__Task goal__:
Word for word, retype the tail of the data below, starting with the line that has "expect(fingers.slice(0, 4)).toEqual(fingers.slice(4, 8));" and including the last line.

__Supplied data__:
/**
 * The estimator's extensions for real music (fingering.ts opening comment): scale runs from the scale
 * table, rests, held notes, chord stacks, repeated figures and cross-staff voices. Expected fingerings
 * are the scale books' (scale-fingerings.ts; common practice, from memory) or follow from the rule named
 * beside the check; black keys by hand.ts (FACTS.md §1 key model).
 */
import Fraction from "fraction.js";
import { Note } from "tonal";
import { describe, expect, test } from "vitest";
import type { KeySignature, NoteEvent } from "../score/types";
import { voiceHomes } from "./difficulty-bars";
import { estimateFingering } from "./fingering";
import { chordWrittenFingers } from "./fingering-slices";
import { FITTED_TUNING, PUBLISHED_TUNING } from "./fingering-tuning";
import { isBlackKey } from "./hand";
import { buildNotes } from "./note-builder";
import { fingeredScale, SCALE_ROWS } from "./scale-fingerings";

/** Key signature of a table row: fifths from the tonic's pitch class (tonal `Note.chroma`). */
function keyOfRow(tonic: string, form: string): KeySignature {
  const fifthsOfMajor = (((Note.chroma(tonic)! * 7) % 12) + 12) % 12;
  const major = fifthsOfMajor > 6 ? fifthsOfMajor - 12 : fifthsOfMajor;
  return form === "major" ? { fifths: major, mode: "major" } : { fifths: major - 3, mode: "minor" };
}

describe("scale runs take the scale book's fingering (scale-fingerings.ts)", () => {
  const cases = SCALE_ROWS.flatMap((r) => (["right", "left"] as const).map((hand) => [r.tonic, r.form, hand] as const));
  test.each(cases)("%s %s, %s hand, two octaves up and down, key known", (tonic, form, hand) => {
    const s = fingeredScale(tonic, form, hand, 2, hand === "right" ? 4 : 2)!;
    const key = keyOfRow(tonic, form);
    const got = estimateFingering(buildNotes(s.notes, { perBar: 64 }), hand, { keyOf: () => key, costs: false }).fingers;
    expect(got).toEqual(s.fingers);
  });

  test("key unknown: no one-octave scale of the 24 keys puts the thumb or fifth on a black key", () => {
    let exact = 0;
    for (const [tonic, form, hand] of cases) {
      const s = fingeredScale(tonic, form, hand, 1, 4)!;
      const notes = s.notes.slice(0, 8);
      const got = estimateFingering(buildNotes(notes), hand, { costs: false }).fingers;
      got.forEach((f, i) => {
        if (f === 1 || f === 5) expect(isBlackKey(Note.midi(notes[i]!)!), `${tonic} ${form} ${hand}: ${notes[i]} with ${f}`).toBe(false);
      });
      if (got.join() === s.fingers.slice(0, 8).join()) exact++;
    }
    expect(exact).toBeGreaterThanOrEqual(65); // of 72; the rest differ only in a starting or end finger
  });

  test("E♭ major right hand without the key: thumb on F and C as the books have it (the issue's case)", () => {
    const got = estimateFingering(buildNotes("Eb4 F4 G4 Ab4 Bb4 C5 D5 Eb5".split(" ")), "right", { costs: false }).fingers;
    expect(got.slice(1)).toEqual([1, 2, 3, 4, 1, 2, 3]); // scale books: 3 1234 123
  });
});

describe("rests, held notes, chords and repeats", () => {
  test("across a rest the hand lifts: the same three-finger group is fingered alike in both places", () => {
    // C D E, rest, C D E two octaves up. Without a lift the published model prepares the leap by
    // ending on the thumb side and landing on 3-4-5; a pianist lifts and plays 1-2-3 twice (common practice).
    const events = buildNotes(["C4", "D4", "E4", "r", "C6", "D6", "E6"]);
    expect(estimateFingering(events, "right", { costs: false }).fingers).toEqual([1, 2, 3, null, 1, 2, 3]);
    expect(estimateFingering(events, "right", { tuning: PUBLISHED_TUNING, costs: false }).fingers).toEqual([1, 2, 3, null, 3, 4, 5]);
  });

  test("a note struck while another of the hand is held never takes the held note's finger", () => {
    // C4 held for a whole bar while D4 E4 F4 G4 pass over it (a held-tone figure).
    const held: NoteEvent = { ...buildNotes(["C4"])[0]!, id: "held", duration: new Fraction(4), voice: "2" };
    const moving = buildNotes(["E4", "F4", "G4", "A4", "G4", "F4", "E4", "D4"], { id: "m" });
    const events = [held, ...moving];
    const { fingers } = estimateFingering(events, "right", { costs: false });
    for (let i = 1; i < events.length; i++) expect(fingers[i]).not.toBe(fingers[0]);
  });

  test("a chord's stacked printed fingering on one note goes to the chord's keys in the hand's order", () => {
    const chord = buildNotes(["D5+F#5+A5"]);
    const stacked = chord.map((e, i) => (i === 0 ? { ...e, fingering: [{ finger: 1 }, { finger: 2 }, { finger: 3 }] } : e));
    expect(chordWrittenFingers(stacked, "right")).toEqual([1, 2, 3]);
    expect(chordWrittenFingers(stacked.map((e) => (e.fingering ? { ...e, fingering: [{ finger: 5 }, { finger: 3 }, { finger: 1 }] } : e)), "left")).toEqual([5, 3, 1]);
    // A substitution ("3-1" on one held key) is not a stack: the note keeps its first mark.
    const sub = chord.map((e, i) => (i === 0 ? { ...e, fingering: [{ finger: 3 }, { finger: 1, substitution: true }, { finger: 2 }] } : e));
    expect(chordWrittenFingers(sub, "right")).toEqual([3, null, null]);
    expect(estimateFingering(stacked, "right").fingers).toEqual([1, 2, 3]);
  });

  test("a repeated figure follows the fingering printed on another statement of it", () => {
    // C E G E three times; the editor marks G4 with 3 in the second statement only.
    const events = buildNotes(["C4", "E4", "G4", "E4", "C4", "E4", "G4/3", "E4", "C4", "E4", "G4", "E4"]);
    const { fingers } = estimateFingering(events, "right", { costs: false });
    const without = estimateFingering(events, "right", { costs: false, tuning: { ...FITTED_TUNING, repeatPrior: 0 } }).fingers;
    expect(without[2]).not.toBe(3); // on its own the search fingers the first statement's G4 otherwise
    expect(fingers[2]).toBe(3); // same notes on either side as the marked G4 → same finger
    expect(fingers.slice(0, 4)).toEqual(fingers.slice(4, 8));
  });
});

describe("voices that cross staves (difficulty-bars.ts voiceHomes)", () => {
  test("a voice with three quarters of its notes on staff 2 belongs to staff 2, a voice split evenly to neither", () => {
    const left = buildNotes(["C3", "E3", "G3", "C4"], { staff: 2, id: "l" }).map((e) => ({ ...e, voice: "5" }));
    const crossed = { ...left[3]!, staff: 1 };
    const split = [...buildNotes(["C5"], { id: "a" }), ...buildNotes(["C3"], { staff: 2, id: "b" })].map((e) => ({ ...e, voice: "2" }));
    const homes = voiceHomes([...left.slice(0, 3), crossed, ...split]);
    expect(homes.get("P1|5")).toBe(2);
    expect(homes.has("P1|2")).toBe(false);
  });
});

__Expected answer__:
    expect(fingers.slice(0, 4)).toEqual(fingers.slice(4, 8));
  });
});

describe("voices that cross staves (difficulty-bars.ts voiceHomes)", () => {
  test("a voice with three quarters of its notes on staff 2 belongs to staff 2, a voice split evenly to neither", () => {
    const left = buildNotes(["C3", "E3", "G3", "C4"], { staff: 2, id: "l" }).map((e) => ({ ...e, voice: "5" }));
    const crossed = { ...left[3]!, staff: 1 };
    const split = [...buildNotes(["C5"], { id: "a" }), ...buildNotes(["C3"], { staff: 2, id: "b" })].map((e) => ({ ...e, voice: "2" }));
    const homes = voiceHomes([...left.slice(0, 3), crossed, ...split]);
    expect(homes.get("P1|5")).toBe(2);
    expect(homes.has("P1|2")).toBe(false);
  });
});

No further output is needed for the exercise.